EVALUATION I ran the submitter's program on a Linux-i586 single CPU Ubuntu system (new thread library) with "-Xmx10m" and observed that load average was close to ZERO for 10 minutes until the heap was full, then load average varied between 2 and 20, eventually settling down to 5 or so. An hour later the machine became completely unresponsive and had to be rebooted.
10-11-2006

EVALUATION Something strange is happening here. If we go by "jmap -histo:live" then indeed the memory leak has not been fixed. Objects of type AbstractQueuedSynchronizer$Node accumulate and are not found by System.gc().

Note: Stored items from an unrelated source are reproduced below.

import { mkdtemp, rm } from "node:fs/promises";
import { networkInterfaces, tmpdir } from "node:os";
import path from "node:path";
import { afterAll, describe, expect, test } from "vitest";
import { startStandinServer } from "@/scripts/stripe-standin/server";
import { stripeFor } from "../../payments/support";

// The stand-in as a process: state kept in a file across restarts, and test controls for loopback only.
describe("stand-in server", () => {
  const dirs: string[] = [];
  afterAll(async () => {
    await Promise.all(dirs.map((d) => rm(d, { recursive: true, force: true })));
  });

  test("with a state file, objects survive a restart", async () => {
    const dir = await mkdtemp(path.join(tmpdir(), "standin-"));
    dirs.push(dir);
    const statePath = path.join(dir, "state.json");
    const first = await startStandinServer({ port: 0, webhookUrl: "", webhookSecret: "whsec_x", statePath });
    const product = await stripeFor(first.url).products.create({ name: "Kept across restarts" });
    await first.close();

    const second = await startStandinServer({ port: 0, webhookUrl: "", webhookSecret: "whsec_x", statePath });
    try {
      expect((await stripeFor(second.url).products.retrieve(product.id)).name).toBe("Kept across restarts");
    } finally {
      await second.close();
    }
  });

  test("without a state file, a restart starts empty", async () => {
    const first = await startStandinServer({ port: 0, webhookUrl: "", webhookSecret: "whsec_x" });
    const product = await stripeFor(first.url).products.create({ name: "Forgotten" });
    await first.close();
    const second = await startStandinServer({ port: 0, webhookUrl: "", webhookSecret: "whsec_x" });
    try {
      await expect(stripeFor(second.url).products.retrieve(product.id)).rejects.toMatchObject({ statusCode: 404 });
    } finally {
      await second.close();
    }
  });

  test("reset empties the state; unknown API paths are Stripe-shaped 404s", async () => {
    const standin = await startStandinServer({ port: 0, webhookUrl: "", webhookSecret: "whsec_x" });
    try {
      const stripe = stripeFor(standin.url);
      await stripe.products.create({ name: "Gone after reset" });
      expect((await fetch(`${standin.url}/_control/reset`, { method: "POST" })).status).toBe(200);
      expect((await stripe.products.list()).data).toEqual([]);
      const res = await fetch(`${standin.url}/v1/coupons`, { headers: { authorization: "Bearer sk_test_x" } });
      expect(res.status).toBe(404);
      expect(await res.json()).toMatchObject({ error: { type: "invalid_request_error", message: "Unrecognized request URL (GET: /v1/coupons)." } });
    } finally {
      await standin.close();
    }
  });

  const external = Object.values(networkInterfaces())
    .flat()
    .find((i) => i && i.family === "IPv4" && !i.internal)?.address;

  test.skipIf(!external)("the control endpoints refuse a caller from another address (403), the API does not", async () => {
    const standin = await startStandinServer({ port: 0, host: "0.0.0.0", webhookUrl: "", webhookSecret: "whsec_x" });
    try {
      const port = new URL(standin.url).port;
      const remote = `http://${external}:${port}`;
      expect((await fetch(`${remote}/_control/reset`, { method: "POST" })).status).toBe(403);
      expect((await fetch(`http://127.0.0.1:${port}/_control/health`)).status).toBe(200);
      expect((await fetch(`${remote}/v1/products`, { headers: { authorization: "Bearer sk_test_x" } })).status).toBe(200);
    } finally {
      await standin.close();
    }
  });
});
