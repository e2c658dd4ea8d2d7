// Runs in the browser before the app's own code. zod 4 compiles fast parsers with `new Function` and probes for
// it first; the site's Content-Security-Policy allows no eval, so even that probe is reported as a violation.
// Jitless parsing (zod's `config({ jitless: true })`) skips the probe and the compiled path, with the same
// results. zod keeps that configuration on `globalThis.__zod_globalConfig` (zod/v4/core/core.js), shared by every
// copy of zod on the page; setting it here, before any schema is built, costs a few bytes where importing
// zod's `config` would put zod's core into every page. tests/security/zod-jitless.test.ts proves the installed
// zod reads it.
type ZodGlobal = typeof globalThis & { __zod_globalConfig?: { jitless?: boolean } };

const shared = globalThis as ZodGlobal;
shared.__zod_globalConfig ??= {};
shared.__zod_globalConfig.jitless = true;

export {};
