// Runs before every page and browser-sent API request: refuses a state-changing request from another origin
// (403), in one place for every route handler, and sets the Content-Security-Policy with a fresh nonce. A
// server action (a POST to a page) from another origin gets the same 403 here, before Next.js's own check would answer it with a 500;
// next-auth's own POSTs come from our pages and pass.
import { NextResponse, type NextRequest } from "next/server";
import { contentSecurityPolicy, makeNonce } from "@/lib/security/csp";
import { appOrigins, originRefusal } from "@/lib/security/origin";

const origins = appOrigins();

export function proxy(req: NextRequest): NextResponse {
  const { pathname } = req.nextUrl;
  const refusal = originRefusal(req.method, pathname, req.headers, origins);
  const nonce = makeNonce();
  const csp = contentSecurityPolicy(nonce);
  if (refusal) {
    const res = NextResponse.json({ error: refusal.error }, { status: refusal.status });
    res.headers.set("Content-Security-Policy", csp);
    return res;
  }
  // Next.js reads the nonce from the request's CSP header and puts it on its own scripts (app/layout.tsx renders
  // every page per request, so each page gets its own nonce).
  const requestHeaders = new Headers(req.headers);
  requestHeaders.set("x-nonce", nonce);
  requestHeaders.set("Content-Security-Policy", csp);
  const res = NextResponse.next({ request: { headers: requestHeaders } });
  res.headers.set("Content-Security-Policy", csp);
  return res;
}

// Pages (CSP nonce; server actions), and API requests only when they say where they come from (Origin or
// Sec-Fetch-Site): Next.js reads a request's body before the proxy sees it, so an API request without them must
// not pass through here, or a 100 MB POST would be read in full before the route's 413 (lib/http.ts). Without
// either header originRefusal lets a request through anyway. The engine routes' 415 is in readJsonBody.
export const config = {
  matcher: [
    "/((?!api/|_next/static|_next/image|favicon.ico|icon.svg).*)",
    { source: "/api/:path*", has: [{ type: "header", key: "origin" }] },
    { source: "/api/:path*", has: [{ type: "header", key: "sec-fetch-site" }] },
  ],
};
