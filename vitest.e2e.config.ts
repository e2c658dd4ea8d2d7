import { defineConfig } from "vitest/config";
import { fileURLToPath } from "node:url";

// Browser tests: tests/e2e/**/*.e2e.test.ts drive Debian's Chromium through playwright-core against a running
// app at E2E_BASE_URL (scripts/test.sh builds and starts it on 127.0.0.1:3100). One file at a time, so the
// files' journeys do not fight over the same server and database.
export default defineConfig({
  resolve: { alias: { "@": fileURLToPath(new URL("./", import.meta.url)) } },
  test: {
    include: ["tests/e2e/**/*.e2e.test.ts"],
    environment: "node",
    fileParallelism: false,
    testTimeout: 60_000,
    hookTimeout: 60_000,
    pool: "forks",
  },
});
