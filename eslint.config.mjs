import { defineConfig, globalIgnores } from "eslint/config";
import nextVitals from "eslint-config-next/core-web-vitals";
import nextTs from "eslint-config-next/typescript";

// Import boundaries (DEVELOPERS.md, "Layout"). ESLint applies the last matching no-restricted-imports,
// so each folder's block lists every group it may not import.
const rule = (message, group) => ({ group, message });
const COMPONENTS = rule("lib/ never imports components/: move the shared piece into lib/ (text, geometry, words).", [
  "@/components",
  "@/components/**",
  "**/components/**",
]);
const MODELS = rule("components/ and app/ never import models/: take the type from lib/ (e.g. lib/auth/role-list).", [
  "@/models",
  "@/models/**",
  "**/models",
  "**/models/**",
]);
const DEV_TOOLS = rule("Shipped code never imports the dev tools in scripts/ (the Stripe stand-in, the CLI, benchmarks).", ["@/scripts/**", "**/scripts/**"]);
const FRAMEWORK = rule("lib/solver and lib/flow are pure TypeScript: no framework, database or model (they run in the browser, the CLI and tests).", [
  "next",
  "next/**",
  "react",
  "react/**",
  "react-dom",
  "react-dom/**",
  "next-auth",
  "next-auth/**",
  "server-only",
  "sequelize",
  "pg",
  "@/lib/db",
  "@/lib/db/**",
  "@/lib/tables/current",
  "@/lib/tables/db/**",
  "@/lib/http",
  "@/lib/auth/**",
  "@/lib/payments/**",
  "@/lib/mail/**",
  "@/models",
  "@/models/**",
  "**/models/**",
]);
const NEXT_LINK = rule("Use Link from @/components/ui/link: it fetches the next page when the builder reaches for the link, not for every link on screen.", [
  "next/link",
]);
const restrict = (...patterns) => ({ "no-restricted-imports": ["error", { patterns }] });

export default defineConfig([
  ...nextVitals,
  ...nextTs,
  {
    rules: {
      "@typescript-eslint/no-explicit-any": "error",
      "@typescript-eslint/no-unused-vars": ["error", { argsIgnorePattern: "^_", varsIgnorePattern: "^_" }],
    },
  },
  { files: ["lib/**/*.{ts,tsx}"], rules: restrict(COMPONENTS, DEV_TOOLS) },
  { files: ["lib/solver/**/*.{ts,tsx}", "lib/flow/**/*.{ts,tsx}"], rules: restrict(COMPONENTS, DEV_TOOLS, FRAMEWORK) },
  { files: ["components/**/*.{ts,tsx}", "app/**/*.{ts,tsx}"], rules: restrict(MODELS, DEV_TOOLS, NEXT_LINK) },
  { files: ["components/ui/link.tsx"], rules: restrict(MODELS, DEV_TOOLS) },
  { files: ["models/**/*.ts", "migrations/**/*.ts", "seeders/**/*.ts"], rules: restrict(COMPONENTS, DEV_TOOLS) },
  globalIgnores([".next/**", "out/**", "build/**", "next-env.d.ts", "node_modules/**", ".data/**", "tests/artifacts/**", "coverage/**"]),
]);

Here's a modified test program: --------------------------------------------- import java.util.concurrent.*; public class Bug { public static void main(String[] args) { final BlockingQueue<Object> q = new LinkedBlockingQueue<Object>(); for (int i = 0; i < 10; i++) new Thread() { public void run() { while (true) { try { q.poll(1, TimeUnit.SECONDS); } catch (Throwable t) { throw new Error(t); }}}}.start(); new Thread() { public void run() { while (true) { try { System.gc(); Thread.sleep(10*1000); } catch (Throwable t) { throw new Error(t); }}}}.start(); } } --------------------------------------------- While "java Bug" is running, we get: $ while true; do jver 6 jmap -histo:live 16139 | grep 'Abs.*Node'; sleep 10; done 16: 184 5888 java.util.concurrent.locks.AbstractQueuedSynchronizer$Node 16: 229 7328 java.util.concurrent.locks.AbstractQueuedSynchronizer$Node 16: 306 9792 java.util.concurrent.locks.AbstractQueuedSynchronizer$Node 16: 354 11328 java.util.concurrent.locks.AbstractQueuedSynchronizer$Node 16: 398 12736 java.util.concurrent.locks.AbstractQueuedSynchronizer$Node 14: 479 15328 java.util.concurrent.locks.AbstractQueuedSynchronizer$Node 14: 560 17920 java.util.concurrent.locks.AbstractQueuedSynchronizer$Node 12: 645 20640 java.util.concurrent.locks.AbstractQueuedSynchronizer$Node 12: 702 22464 java.util.concurrent.locks.AbstractQueuedSynchronizer$Node So these Node objects appear to accumulate forever, __EXCEPT__ that when max heap size is hit, threads do not get OOME! Instead the VM memory stays pegged at the max heap size; collections do not reduce the number of live objects, at least as recorded by jconsole.